WORK REQUIRED
If a line of the data below holds the word "through", list it.

• • • • •

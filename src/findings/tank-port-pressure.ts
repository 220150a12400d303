import { beyond, ratingFinding } from './beyond-rating.ts';
import type { Rule } from './finding.ts';

/** What stands behind a valve presses on its tank port, which is often built for less. */
export const tankPortPressure: Rule = (evidence) =>
  beyond(evidence, (rating) => rating.tankPort).map((found) =>
    ratingFinding(evidence, found, {
      rule: 'tank-port-pressure',
      title: (label) => `The tank port of ${label} stands above its rated pressure`,
      why: 'Whatever moves behind it, in series, presses on its tank port.',
      remedy:
        'Usual remedies: carry-over sections instead of valves in series through T, a lower relief setting behind it, or a valve whose tank port is built for it.',
    }),
  );
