import { countBits, emptySet, isEmpty, members, orInto } from '../base/bits.ts';
import type { BitSet } from '../base/bits.ts';
import type { StateTable } from '../engine/table/state-table.ts';
import { ACTUATOR_VERDICTS, LINE_CLASSES, PUMP_VERDICTS } from '../engine/table/words.ts';
import type { ActuatorVerdict, LineClass, PumpVerdict } from '../engine/table/words.ts';
import { SHOWN_ROWS } from './finding.ts';

export const actuatorRows = (table: StateTable, actuator: number, ...verdicts: ActuatorVerdict[]): BitSet =>
  merge(
    table,
    verdicts.map((verdict) => table.data.actuatorPlanes[actuator]?.[ACTUATOR_VERDICTS.indexOf(verdict)]),
  );

export const pumpRows = (table: StateTable, pump: number, ...verdicts: PumpVerdict[]): BitSet =>
  merge(
    table,
    verdicts.map((verdict) => table.data.pumpPlanes[pump]?.[PUMP_VERDICTS.indexOf(verdict)]),
  );

export const lineRows = (table: StateTable, line: number, ...classes: LineClass[]): BitSet =>
  merge(
    table,
    classes.map((name) => table.data.linePlanes[line]?.[LINE_CLASSES.indexOf(name)]),
  );

/** Whether any row has one of these: nothing is merged for it. */
export const actuatorEver = (table: StateTable, actuator: number, ...verdicts: ActuatorVerdict[]): boolean =>
  verdicts.some((verdict) => some(table.data.actuatorPlanes[actuator]?.[ACTUATOR_VERDICTS.indexOf(verdict)]));

export const lineEver = (table: StateTable, line: number, ...classes: LineClass[]): boolean =>
  classes.some((name) => some(table.data.linePlanes[line]?.[LINE_CLASSES.indexOf(name)]));

const some = (plane: BitSet | undefined): boolean => plane !== undefined && !isEmpty(plane);

function merge(table: StateTable, planes: readonly (BitSet | undefined)[]): BitSet {
  const all = emptySet(table.count);
  for (const plane of planes) if (plane) orInto(all, plane);
  return all;
}

/** Up to `wanted` different indexes below `length`, rising, by the golden ratio: no lever is in step with them. */
export function spreadOver(length: number, wanted: number): number[] {
  if (wanted >= length) return Array.from({ length }, (_, i) => i);
  const out = new Set<number>();
  for (let i = 1; out.size < wanted && i <= 4 * wanted; i++) out.add(Math.floor(((i * GOLDEN) % 1) * length));
  return [...out].sort((a, b) => a - b);
}

const GOLDEN = (Math.sqrt(5) - 1) / 2;

/** A few rows as witnesses, and how many there are. */
export function witnesses(rows: BitSet): { rows: number[]; rowCount: number } {
  const first: number[] = [];
  for (const row of members(rows)) {
    if (first.length === SHOWN_ROWS) break;
    first.push(row);
  }
  return { rows: first, rowCount: countBits(rows) };
}

/** `row 4`, `rows 1, 2, 5`, `rows 1, 2, 3, 4, 5 and 13 more`. */
export function sayRows({ rows, rowCount }: { rows: readonly number[]; rowCount: number }): string {
  const list = rows.map((row) => row + 1).join(', ');
  const more = rowCount > rows.length ? ` and ${rowCount - rows.length} more` : '';
  return `${rowCount === 1 ? 'row' : 'rows'} ${list}${more}`;
}

/** The motions that count as driven or moved, both ways. */
export const OUTWARD: readonly ActuatorVerdict[] = [
  'extends',
  'turns A→B',
  'moved out by load',
  'moved out by spring',
  'driven A→B by load',
];
export const INWARD: readonly ActuatorVerdict[] = [
  'retracts',
  'turns B→A',
  'moved in by load',
  'moved in by spring',
  'driven B→A by load',
];
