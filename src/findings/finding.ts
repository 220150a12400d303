import type { Network } from '../network/network.ts';
import type { StateTable } from '../engine/table/state-table.ts';

/** A design fault that the trade knows, with the states that show it. */
export interface Finding {
  readonly rule: string;
  readonly level: 'danger' | 'caution' | 'note';
  readonly title: string;
  readonly what: string;
  readonly remedy: string;
  /** Part ids to mark on the sheet. */
  readonly parts: readonly string[];
  readonly lines: readonly number[];
  /** 0-based rows that show it, a few at most, and how many there are in all. */
  readonly rows: readonly number[];
  readonly rowCount: number;
  /** Where rows have no numbers: position of each input in a combination that shows it. */
  readonly example?: readonly number[];
}

/** What a finding may look at. The table is the one with the pumps running. */
export interface Evidence {
  readonly net: Network;
  readonly table: StateTable;
}

export type Rule = (evidence: Evidence) => readonly Finding[];

export const SHOWN_ROWS = 5;
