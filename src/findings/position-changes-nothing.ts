import { has } from '../base/bits.ts';
import type { BitSet } from '../base/bits.ts';
import { positionMask } from '../engine/paths/edges.ts';
import { strides } from '../engine/table/strides.ts';
import { spreadOver } from './evidence.ts';
import type { Finding, Rule } from './finding.ts';

/** Rows that are compared before all of them are: what differs mostly does so in many. */
const GLANCES = 64;

/** Whether `plane` has another bit `by` rows on from some row of `here`. */
function differsIn(plane: BitSet, here: BitSet, by: number): boolean {
  const words = by >>> 5;
  const bits = by & 31;
  for (let w = 0; w < here.length; w++) {
    const low = plane[w + words] ?? 0;
    const there = bits === 0 ? low : (low >>> bits) | ((plane[w + words + 1] ?? 0) << (32 - bits));
    if (((here[w] as number) & ((plane[w] as number) ^ there)) !== 0) return true;
  }
  return false;
}

/** Two positions of a valve between which no outcome differs, whatever the other levers do. */
export const positionChangesNothing: Rule = ({ net, table }) => {
  const { data } = table;
  const radices = net.inputs.map((input) => input.positions.length);
  const steps = strides(radices);
  const all = new Set<BitSet>();
  for (const list of [data.actuatorPlanes, data.pumpPlanes, data.linePlanes]) {
    for (const row of list) for (const plane of row) if (plane) all.add(plane);
  }
  const planes = [...all];
  const glances = spreadOver(table.count, GLANCES);
  return net.inputs.flatMap((input, i): Finding[] => {
    const part = net.parts[input.part];
    for (let p = 0; p + 1 < input.positions.length; p++) {
      for (let q = p + 1; q < input.positions.length; q++) {
        const stride = steps[i] as number;
        const by = (q - p) * stride;
        const seen = glances.map((row) => row + (p - table.position(i, row)) * stride);
        if (planes.some((plane) => seen.some((row) => has(plane, row) !== has(plane, row + by)))) continue;
        const here = positionMask(radices, i, 1 << p, table.count);
        if (planes.some((plane) => differsIn(plane, here, by))) continue;
        return [
          {
            rule: 'position-changes-nothing',
            level: 'note',
            title: `${part?.label ?? ''}: ${input.positions[p]} and ${input.positions[q]} do the same`,
            what: 'No actuator, pump or line differs between these two positions, whatever the other levers do.',
            remedy: 'Check its connections, or use a valve with fewer positions.',
            parts: part ? [part.id] : [],
            lines: [],
            rows: [],
            rowCount: 0,
          },
        ];
      }
    }
    return [];
  });
};
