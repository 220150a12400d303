import type { Diagram } from '../engine/paths/diagrams/diagrams.ts';
import { NONE } from '../engine/paths/diagrams/diagrams.ts';
import { supportOf } from '../engine/table/fold/influence.ts';
import type { PanelSets } from '../engine/table/sets/panel-sets.ts';
import { ACTUATOR_VERDICTS, LINE_CLASSES, PUMP_VERDICTS } from '../engine/table/words.ts';
import type { ActuatorVerdict, LineClass, PumpVerdict } from '../engine/table/words.ts';
import { INWARD, OUTWARD } from './evidence.ts';
import type { Finding } from './finding.ts';

/** A fault as sets show it, on a panel with too many combinations to list. */
type Fault = (panel: Panel) => readonly Finding[];

/** Sets by their words, and what is said of them. */
class Panel {
  readonly net: PanelSets['net'];
  readonly #sets: PanelSets;
  readonly rest: readonly number[];

  constructor(sets: PanelSets) {
    this.#sets = sets;
    this.net = sets.net;
    this.rest = sets.net.inputs.map(({ rest }) => rest ?? 0);
  }

  actuator(index: number, ...verdicts: ActuatorVerdict[]): Diagram {
    return this.#union(this.#sets.actuator(index).verdicts, ACTUATOR_VERDICTS, verdicts);
  }

  pump(index: number, ...verdicts: PumpVerdict[]): Diagram {
    return this.#union(this.#sets.pump(index), PUMP_VERDICTS, verdicts);
  }

  line(index: number, ...classes: LineClass[]): Diagram {
    return this.#union(this.#sets.lines.classes[index] ?? [], LINE_CLASSES, classes);
  }

  #union<W>(found: readonly Diagram[], words: readonly W[], wanted: readonly W[]): Diagram {
    return wanted.reduce(
      (all: Diagram, word) => this.#sets.paths.sets.or(all, found[words.indexOf(word)] ?? NONE),
      NONE,
    );
  }

  atRest(set: Diagram): boolean {
    return this.#sets.paths.sets.has(set, this.rest);
  }

  /** `9 of 3,486,784,401 combinations (V1 at a, the others at rest)`, and that combination. */
  witness(set: Diagram): { readonly said: string; readonly example: readonly number[] } {
    const { sets } = this.#sets.paths;
    const example = sets.example(set, this.rest) ?? this.rest;
    const moved = this.net.inputs.flatMap(({ part, positions, rest }, i) =>
      example[i] === (rest ?? 0) ? [] : [`${this.label(part)} at ${positions[example[i] ?? 0] ?? ''}`],
    );
    const such =
      moved.length === 0 ? 'all levers at rest among them' : `such as ${moved.join(', ')}, the others at rest`;
    return {
      said: `${sets.count(set).toLocaleString('en')} of ${sets.total.toLocaleString('en')} combinations (${such})`,
      example,
    };
  }

  label(part: number): string {
    return this.net.parts[part]?.label ?? '';
  }

  mark(part: number): Pick<Finding, 'parts' | 'rows' | 'rowCount'> {
    const id = this.net.parts[part]?.id;
    return { parts: id === undefined ? [] : [id], rows: [], rowCount: 0 };
  }

  /** Per input the positions between which nothing at all differs. */
  alike(): readonly (readonly (readonly number[])[])[] {
    const all = [
      ...this.net.actuators.flatMap((_, i) => this.#sets.actuator(i).verdicts),
      ...this.net.pumps.flatMap((_, i) => this.#sets.pump(i)),
      ...this.#sets.lines.classes.flat(),
    ];
    return supportOf(this.#sets.paths.sets, all).alike;
  }
}

const deadHeaded: Fault = (panel) =>
  panel.net.pumps.flatMap(({ part, outlet }, i): Finding[] => {
    const set = panel.pump(i, 'dead-headed');
    if (set === NONE) return [];
    const { said, example } = panel.witness(set);
    return [
      {
        ...panel.mark(part),
        rule: 'dead-headed-pump',
        level: 'danger',
        title: `${panel.label(part)} can be dead-headed`,
        what: `In ${said} its flow has no open path, moves nothing, and no pressure valve is within reach. Pressure climbs until something gives way.`,
        remedy: 'Fit a relief valve at the pump outlet, before anything that can shut it off.',
        lines: outlet < panel.net.shown ? [outlet] : [],
        example,
      },
    ];
  });

const MOVED: readonly ActuatorVerdict[] = [
  'moved in by load',
  'moved out by load',
  'driven A→B by load',
  'driven B→A by load',
  'floats',
];

const loadNotHeld: Fault = (panel) =>
  panel.net.actuators.flatMap(({ part, push }, i): Finding[] => {
    if (push.by !== 'load' || push.way === 'none' || !panel.atRest(panel.actuator(i, ...MOVED))) return [];
    const verdict = MOVED.find((word) => panel.atRest(panel.actuator(i, word))) ?? '';
    return [
      {
        ...panel.mark(part),
        rule: 'load-not-held',
        level: 'danger',
        title: `Nothing holds the load of ${panel.label(part)} at rest`,
        what: `With every lever at rest it is ${verdict}.`,
        remedy:
          'Usual remedy: a lock check or counterbalance valve on the loaded side, close to the cylinder. Prop the load mechanically before working under it.',
        lines: [],
        example: panel.rest,
      },
    ];
  });

const overRelief: Fault = (panel) =>
  panel.net.pumps.flatMap(({ part }, i): Finding[] =>
    panel.atRest(panel.pump(i, 'over relief'))
      ? [
          {
            ...panel.mark(part),
            rule: 'over-relief-at-rest',
            level: 'caution',
            title: `${panel.label(part)} blows over its relief at rest`,
            what: 'With every lever at rest all of its flow goes over the relief valve and turns to heat.',
            remedy: 'Usual ways out: a bypass centre, an unloading valve, or a pressure-compensated pump.',
            lines: [],
            example: panel.rest,
          },
        ]
      : [],
  );

const reach: Fault = (panel) =>
  panel.net.actuators.flatMap(({ part, rotary }, i): Finding[] => {
    const some = (...verdicts: ActuatorVerdict[]): boolean => panel.actuator(i, ...verdicts) !== NONE;
    if (some('rests on pressure', 'undetermined')) return [];
    const [out, inward] = [some(...OUTWARD), some(...INWARD)];
    if (out && inward) return [];
    const [goes, back] = rotary ? ['turn A→B', 'turn B→A'] : ['extend', 'retract'];
    const base = { ...panel.mark(part), rule: 'actuator-reach', level: 'caution' as const, lines: [] };
    const label = panel.label(part);
    if (!out && !inward)
      return [
        {
          ...base,
          title: `Nothing moves ${label}`,
          what: `No combination makes it ${goes} or ${back}.`,
          remedy: 'Check its lines, and that a valve can both feed it and let it out.',
        },
      ];
    if (rotary || some('floats')) return [];
    const [can, cannot] = out ? [goes, back] : [back, goes];
    return [
      {
        ...base,
        title: `${label} can ${can} but not ${cannot}`,
        what: `Some combination makes it ${can}; none makes it ${cannot}, and it floats in none.`,
        remedy: 'Give the other side a feed, or a spring or load that brings it back over a path to tank.',
      },
    ];
  });

const unventable: Fault = (panel) =>
  panel.net.lines.slice(0, panel.net.shown).flatMap(({ name }, line): Finding[] => {
    const shut = panel.line(line, 'cut off');
    if (shut === NONE || panel.line(line, 'vented', 'flows to tank') !== NONE) return [];
    const { said, example } = panel.witness(shut);
    return [
      {
        rule: 'unventable-line',
        level: 'caution',
        title: `No lever position vents ${name}`,
        what: `It is cut off in ${said} and has no open path to tank in any. Pressure that gets in stays in.`,
        remedy:
          'Usually a bleed valve or a test point with a hose to tank is added there. Never crack a fitting to let pressure off; follow the machine’s documents, local codes and qualified people.',
        parts: [],
        lines: [line],
        rows: [],
        rowCount: 0,
        example,
      },
    ];
  });

const openPorts: Fault = (panel) =>
  panel.net.openPorts.map(({ part, port, level, what, remedy }) => ({
    ...panel.mark(part),
    rule: 'open-port',
    level,
    title: `${panel.label(part)}.${port} is left open`,
    what: `${what} It is taken as plugged.`,
    remedy,
    lines: [],
  }));

const changesNothing: Fault = (panel) =>
  panel.alike().flatMap((groups, i): Finding[] => {
    const input = panel.net.inputs[i];
    const [p, q] = groups.find((group) => group.length > 1) ?? [];
    if (input === undefined || p === undefined || q === undefined) return [];
    return [
      {
        ...panel.mark(input.part),
        rule: 'position-changes-nothing',
        level: 'note',
        title: `${panel.label(input.part)}: ${input.positions[p] ?? ''} and ${input.positions[q] ?? ''} do the same`,
        what: 'No actuator, pump or line differs between these two positions, whatever the other levers do.',
        remedy: 'Check its connections, or use a valve with fewer positions.',
        lines: [],
      },
    ];
  });

const FAULTS: readonly Fault[] = [deadHeaded, loadNotHeld, overRelief, reach, unventable, openPorts, changesNothing];
const LEVELS = ['danger', 'caution', 'note'];

/**
 * Design faults of a panel of any size, from exact sets of open paths with the pumps running; the dangers first. Faults
 * that only pressures show, and those of valves that follow from pressures, are not among them.
 */
export function findPanelFaults(sets: PanelSets): Finding[] {
  const panel = new Panel(sets);
  return FAULTS.flatMap((fault) => fault(panel)).sort((a, b) => LEVELS.indexOf(a.level) - LEVELS.indexOf(b.level));
}
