import { lineEver, lineRows, witnesses } from './evidence.ts';
import type { Finding, Rule } from './finding.ts';

/**
 * A check that pressure only ever shuts, because nothing feeds or vents the line before it while the line behind
 * it is fed; and a one-way throttle that lets a load down through its check.
 */
export const wrongWayRound: Rule = ({ net, table }) =>
  net.paths.flatMap((path): Finding[] => {
    const part = net.parts[path.part];
    if (!part || !path.oneWay || path.from >= net.shown || path.to >= net.shown || path.from === path.to) return [];
    const base = { rule: 'wrong-way-round', level: 'caution' as const, parts: [part.id], lines: [path.from, path.to] };
    if (part.kind === 'check-valve') {
      if (net.lines[path.from]?.tank) return [];
      if (lineEver(table, path.from, 'fed', 'flows to tank', 'vented', 'carries displaced oil')) return [];
      if (!lineEver(table, path.to, 'fed')) return [];
      // A line that a cylinder stands on may be emptied through it by its load.
      if (net.actuators.some(({ a, b }) => a === path.from || b === path.from)) return [];
      return [
        {
          ...base,
          title: `${part.label} stands the wrong way round`,
          what: `It lets oil on from ${net.lines[path.from]?.name ?? ''}, into which nothing ever leads, and holds back the oil of ${net.lines[path.to]?.name ?? ''}, which is fed. So nothing passes it in any row.`,
          remedy: 'Turn it round: oil passes from A to B.',
          ...witnesses(lineRows(table, path.to, 'fed')),
        },
      ];
    }
    if (part.kind !== 'one-way-throttle') return [];
    return net.actuators.flatMap((actuator, i): Finding[] => {
      const { way, by } = actuator.push;
      const loaded = way === 'in' ? actuator.a : way === 'out' ? actuator.b : -1;
      if (by !== 'load' || loaded !== path.from) return [];
      // It does no harm where something else meters the same side.
      const metered = net.paths.some(
        (other) => other.part !== path.part && other.throttled && (other.from === path.to || other.to === path.to),
      );
      if (metered || net.valves.some(({ from }) => from === loaded)) return [];
      const label = net.parts[net.actuators[i]?.part ?? -1]?.label ?? '';
      return [
        {
          ...base,
          title: `${part.label} lets the load of ${label} down freely`,
          what: `Its check is free from ${net.lines[path.from]?.name ?? ''} on, which the load presses on; it throttles only what goes in, where the pump does not need it.`,
          remedy: 'Usual remedy: turn it round, so that it throttles what the load pushes out.',
          rows: [],
          rowCount: 0,
        },
      ];
    });
  });
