package org.solewright.app.pipeline;

import java.nio.file.InvalidPathException;
import java.nio.file.Path;
import java.util.ArrayList;
import java.util.Arrays;
import java.util.LinkedHashMap;
import java.util.List;
import java.util.Locale;
import java.util.Map;
import java.util.Optional;
import java.util.OptionalDouble;
import java.util.TreeSet;
import org.solewright.domain.finding.Finding;
import org.solewright.domain.finding.SourceFile;
import org.solewright.domain.foot.LabelPattern;
import org.solewright.domain.foot.Landmark;
import org.solewright.domain.foot.LandmarkMap;
import org.solewright.domain.gait.PlatformLoads;
import org.solewright.domain.gait.Side;
import org.solewright.domain.geometry.Vec3;
import org.solewright.domain.motion.PointTrack;
import org.solewright.domain.motion.Recording;
import org.solewright.domain.motion.ResultsMap;
import org.solewright.formats.footmodel.ResultsMapFile;
import org.solewright.formats.io.FormatException;
import org.solewright.formats.table.ResultsTable;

• • • • •

TASK RESULT
        'Usual remedies: carry-over sections instead of valves in series through T, a lower relief setting behind it, or a valve whose tank port is built for it.',
 * it is fed; and a one-way throttle that lets a load down through its check.
      // A line that a cylinder stands on may be emptied through it by its load.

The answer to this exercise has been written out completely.